Friday, November 8, 2013

Stay in the fray


   This week’s gubernatorial election in Virginia, like it or not, signals the beginning of a new election cycle. It seems as though elections are frequent, and yet very little seems to get accomplished. And for reasons probably related to what seems like perpetual campaigning, many Americans have lost the cultural optimism that has always informed the belief that our difficulties can be solved once an election is decided.
    For many, the magnitude of problems seems to cause them to be angry, and more than angry, fearful.
    It’s not rare to hear complaints tinged with real bitterness about the overall lack of civility in our current political discourse, when the voices of Fox News or MSNBC or CNN can seem more concerned with destroying an enemy rather than seeking to explore solutions that benefit the entire nation and our citizens.
    This bitterness might be mitigated by an appreciation for the fact that Thomas Paine was correct when he wrote, “These are the times that try men’s souls.”
    Before deciding that the present discourse is historically unique and particularly troubled, remember that Alexander Hamilton was killed in a politically inspired duel. Abolitionist Sen. Charles Sumner was beaten with a cane on the floor of the U.S. Senate, by Southern Congressman Preston Brooks.  
    Campaigns have always taken on their own particularly negative tone, one that often turns to the personal.
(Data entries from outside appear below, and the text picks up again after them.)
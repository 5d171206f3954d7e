import { HttpContextToken, HttpErrorResponse } from '@angular/common/http';
import type { AbstractControl, FormGroup } from '@angular/forms';
import type { ApiErrorBody } from '@gapwise/contracts';

/** Set on a request whose caller shows the API error itself (forms, conflict dialogs). */
export const QUIET_ERRORS = new HttpContextToken<boolean>(() => false);
/** Set on a request that must not send the user to sign-in when the session is gone. */
export const NO_SIGN_IN_REDIRECT = new HttpContextToken<boolean>(() => false);
/** Marks the one retry after a token refresh. */
export const RETRIED_AFTER_REFRESH = new HttpContextToken<boolean>(() => false);

export type ApiError = ApiErrorBody['error'];

/** The `{ error: { code, message, fields } }` body of an API refusal, or a generic one. */
export function apiErrorOf(err: unknown): ApiError {
  if (err instanceof HttpErrorResponse) {
    const body = err.error as Partial<ApiErrorBody> | null;
    if (body && typeof body === 'object' && body.error && typeof body.error.message === 'string') {
      return body.error;
    }
    if (err.status === 0) {
      return { code: 'network', message: 'The Gapwise server cannot be reached.' };
    }
    return {
      code: `http-${err.status}`,
      message: err.statusText || `Request failed (${err.status}).`,
    };
  }
  return { code: 'unknown', message: err instanceof Error ? err.message : String(err) };
}

/**
 * Puts each `error.fields` entry on the matching control (dotted paths allowed) as an `api`
 * error; returns the messages that matched no control so the caller can show them elsewhere.
 */
export function applyFieldErrors(form: FormGroup, error: ApiError): string[] {
  const unmatched: string[] = [];
  for (const f of error.fields ?? []) {
    const control: AbstractControl | null = form.get(f.field);
    if (control) {
      control.setErrors({ ...(control.errors ?? {}), api: f.message });
      control.markAsTouched();
    } else {
      unmatched.push(`${f.field}: ${f.message}`);
    }
  }
  return unmatched;
}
    Cartoonists portrayed the heavily browed Abraham Lincoln as a devil. Opponents called him a charlatan, pointing to his habit of changing his positions as circumstances or the weight of history demanded. John Wilkes Booth’s murderous rage was fueled by publically expressed opinions that Lincoln would use imperial power to rule the defeated South.
    Sen. Joe McCarthy, who based the accusations he made in full view of early television cameras on the mysterious pieces of information in his briefcase, called war heroes President Dwight D. Eisenhower and Gen. George Marshall communists.
    President John F. Kennedy suggested that it is easier to curse the darkness than to work to increase the light. Now we are caught having to make the decision as to what role we wish to play, cynical non-participant or reasoning voter.
    If we are unwilling to allow the nasty, accusatory voices to be the only ones heard, it is time to man and woman up and stay active in the fray. Refusing to be involved in what might be uncomfortable just lets the bad guys win.